The company revealed that nearly 100 issues were discovered in seemingly sufficient power lines during daytime inspections, and said, “It is possible that any one of these instances could have been a potential source of ignition had a PSPS not been initiated.”


On Oct. 11, PG&E released a report stating that the power for “approximately 543,000 customer has been restored” and “an ‘all clear’ decision has been extended to 34 of 35 counties impacted by the Public Safety Power Shutoff, except for Kern County.” As of Oct. 12, power has been revived to all customers.


Their website was updated every 15 minutes with maps of the impacted areas as each county was affected.
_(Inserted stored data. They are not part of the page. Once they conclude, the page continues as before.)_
def _rebuild(series: pd.Series, present: list, convert, dtype) -> pd.Series:
    out = pd.Series([None] * len(series), dtype=dtype, index=series.index)
    values = out.to_numpy(copy=True)
    for i, v in present:
        values[i] = convert(v)
    return pd.Series(values, dtype=dtype, index=series.index)


def _arrays(series: pd.Series, present: list, name: str, column: str,
            limits: Limits, first_row: int = 0) -> pd.Series:
    out = np.empty(len(series), dtype=object)
    out[:] = None
    for i, value in present:
        out[i] = array_value(value, name, i + first_row, column, limits)
    return pd.Series(out, dtype=object, index=series.index)


def array_value(value, name: str, row: int, column: str, limits: Limits) -> np.ndarray:
    """One list or matrix cell (a list, or nested lists or numpy arrays) as a numpy array,
    checked (rectangular, numbers only, at most ``limits.max_array`` entries); a bad cell is a
    TableError naming ``name``, ``row`` (0-based) and ``column``."""
    where = f"{name}, row {row + 1}, column {column!r}"
    if isinstance(value, np.ndarray):
        value = value.tolist()
    if len(value) and all(isinstance(v, (list, np.ndarray)) for v in value):
        value = [list(v) if isinstance(v, np.ndarray) else v for v in value]
        widths = {len(v) for v in value}
        if len(widths) > 1:
            raise TableError(
                f"{where}: a ragged matrix (rows of lengths {sorted(widths)}). Every row of a "
                "matrix needs the same length."
            )
        flat = [x for v in value for x in v]
        if any(isinstance(x, (list, dict)) for x in flat):
            raise TableError(f"{where}: arrays nested more than 2 deep; cells may hold "
                             "lists or matrices only.")
        shape = (len(value), widths.pop() if widths else 0)
    elif any(isinstance(v, (list, dict, np.ndarray)) for v in value):
        raise TableError(
            f"{where}: an array mixing numbers and lists. Write a list like [1, 2] or a "
            "matrix like [[1, 2], [3, 4]]."
        )
    else:
        flat = list(value)
        shape = (len(value),)
    if len(flat) > limits.max_array:
        raise TableError(f"{where}: an array of {len(flat)} entries is over the limit of "
                         f"{limits.max_array}. Raise it with --limit max_array=N if you need it.")
    for x in flat:
        if isinstance(x, bool) or not isinstance(x, (int, float, np.integer, np.floating)):
            raise TableError(f"{where}: array entries must be numbers, got {shown_value(x)}.")
    if all(isinstance(x, (int, np.integer)) for x in flat):
        if flat and max(abs(int(x)) for x in flat) > INT64_MAX:
            return np.array([int(x) for x in flat], dtype=object).reshape(shape)
        return np.array(flat, dtype=np.int64).reshape(shape)
    return np.array(flat, dtype=np.float64).reshape(shape)


def requested_roles(table_name: str, columns, roles: dict[str, str] | None,
                    id_column: str | None | type[...] = ...) -> dict[str, str]:
    """The new role of each column whose role changes, by name, from role overrides and a
    chosen id column (``...``: none chosen; None: no id column), for either engine.

    A column given the role id alone becomes the id column, as ``id_column=`` makes it; the
    id column it displaces goes back to its detected role (text if that was id). Unknown
    columns and roles are refused by name.
    """
    roles = dict(roles or {})
    named_ids = [name for name, role in roles.items() if role == "id"]
    if id_column is ... and len(named_ids) == 1:
        # giving one column the role id moves the id there, as id_column= does
        id_column = named_ids[0]
    if id_column is not ... and id_column is not None:
        roles[id_column] = "id"
    for name, role in roles.items():
        column_named(table_name, columns, name)
        if role not in ROLES:
            raise TableError(f"{table_name}: column {name!r}: unknown role {role!r}. "
                             f"Roles are {', '.join(ROLES)}.")
    changes = {}
    for info in columns:
        role = roles.get(info.name)
        if id_column is not ... and info.role == "id" and info.name != id_column \
                and role is None:
            role = info.detected_role if info.detected_role != "id" else "text"
        if role is not None and role != info.role:
            changes[info.name] = role
    return changes


def single_id(table_name: str, columns) -> str | None:
    """The id column among ``columns`` (None for none); more than one is a TableError."""
    ids = [c.name for c in columns if c.role == "id"]
    if len(ids) > 1:
        raise TableError(
            f"{table_name}: only one column can be the id; got {', '.join(map(repr, ids))}. "
            "Give the others another role."
        )
    return ids[0] if ids else None


class RoleChange(NamedTuple):
    """A column's new description for a new role, the conversion its raw cells need for it
    (a ``how`` of :func:`analysis.column_facts.typed_block`; None: as before), and its typing
    facts (changed only when marked text is read as numbers)."""

    info: ColumnInfo
    conversion: str | None = None
    facts: dict | None = None


def role_change(table_name: str, info: ColumnInfo, role: str, n_rows: int,
                facts: dict | None = None) -> RoleChange:
    """What the role ``role`` makes of the column ``info`` (of a table of ``n_rows`` rows),
    decided from its description and, when given, its merged typing facts, without its cells.

    The partitioned reader decides every role change here; the in-memory one, which reads
    the cells, here only what needs none (numbers kept as invariants, a flag counted as 0/1,
    a column shown as text). What only the cells could settle is refused by name: arrays as
    text, flags from other values, invariants from text that is not marked numbers. An id
    column must be filled and unique by its counts (the in-memory reader names the rows).
    """
    column = info.name
    new = replace(info, role=role)
    if role in ("text", "category"):
        if info.dtype == "array":
            raise StepError(f"{table_name}: column {column!r}: turning arrays into text is not "
                            "done on the dask engine; use --engine local.")
        if info.dtype == "text":
            return RoleChange(new, None, facts)
        return RoleChange(_shown_as_text(info, role), "text", facts)
    if role == "invariant":
        if info.dtype in _NUMBER_DTYPES:
            return RoleChange(new, None, facts)
        if info.dtype == "boolean":
            return RoleChange(replace(new, dtype="integer"), "bool_to_int", facts)
        if info.dtype == "text" and facts is not None and reads_marked(facts, requested=True):
            # asked for outright: only the limit on different words applies, as in memory
            facts, marked = marked_column(table_name, column, facts)
            return RoleChange(replace(marked, detected_role=info.detected_role),
                              "marked:" + marked.dtype, facts)
        raise StepError(f"{table_name}: column {column!r} holds {info.dtype} values; on the "
                        "dask engine only numbers and flags can be invariants.")
    if role == "flag" and info.dtype != "boolean":
        raise StepError(f"{table_name}: column {column!r} holds {info.dtype} values; on the "
                        "dask engine only true/false or 0/1 columns can be flags.")
    if role == "id":
        if info.missing:
            raise _empty_id(table_name, column, f"in {info.missing} rows")
        if info.distinct != n_rows:
            raise _repeated_id(table_name, column,
                               f"it has {info.distinct} distinct values in {n_rows} rows")
    if role == "array" and info.dtype != "array":
        raise TableError(f"{table_name}: column {column!r} holds {info.dtype} values, not "
                         "arrays.")
    return RoleChange(new, None, facts)


def _shown_as_text(info: ColumnInfo, role: str) -> ColumnInfo:
    """The description of a column of other values given the role text or category."""
    return replace(info, role=role, dtype="text", note=f"shown as text (was {info.dtype})",
                   intervals=0, markers={})


def _empty_id(where: str, column: str, rows: str) -> TableError:
    return TableError(f"{where}: the id column {column!r} is empty {rows}. "
                      "Every row needs an id.")


def _repeated_id(table_name: str, column: str, reason: str) -> TableError:
    return TableError(f"{table_name}: column {column!r} cannot be the id: {reason}. "
                      "Choose a column with unique values.")


def _retype(table_name: str, series: pd.Series, info: ColumnInfo, role: str,
            limits: Limits | None = None, marks: _Marks | None = None, ids=None):
    """Values, ColumnInfo and _Marks (or None) for a column given a new role; checks every
    cell. ``marks`` are the column's marks so far, ``ids`` the row ids named in messages."""
    limits = limits or Limits()
    new = replace(info, role=role)
    if role == "invariant" and info.dtype in _NUMBER_DTYPES:
        return None, role_change(table_name, info, role, len(series)).info, marks
    unmarked = replace(new, intervals=0, markers={})
    if role in ("text", "category"):
        return (*_retype_text(table_name, series, info, role, unmarked, marks), None)
    if role == "invariant" and info.dtype != "boolean":
        return _as_invariant(table_name, series, info, new, limits, ids)
    if role == "array" and info.dtype in ("text", "category"):
        present = [(row, str(v).strip()) for row, v in enumerate(series.tolist())
                   if not is_missing(v)]
        if present:
            values, marks = _array_texts(series, present, table_name, info.name, limits,
                                         requested=True)
            note = marked_note(f"read as arrays (was {info.dtype})", 0, _marker_counts(marks))
            return values, replace(unmarked, dtype="array", note=note,
                                   markers=_marker_counts(marks),
                                   missing=info.missing + len(marks.texts if marks else ())), marks
    values, new = _retype_other(table_name, series, info, role, unmarked, limits)
    return values, new, None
Schools up north like Humboldt State University, UCSC and UC Berkeley were not only affected by the outage, but classes were canceled for a few days as well. Though some parts of each campus remained with no power, the majority were supported with back-up generators.


The university sent out emails to all staff and students notifying them of the possibility of power shutdown, which areas may be may be affected and how to prepare for it. Though Northern and Central California were expected to be most impacted by the power loss, cities as far south as Lompoc and Bakersfield were affected as well.


In spite of the widespread inconvenience caused by the power shutdown, UC Berkeley undergrad Esther Suh lightheartedly remarked that, “Students were calm and happy because this postponed our midterms.”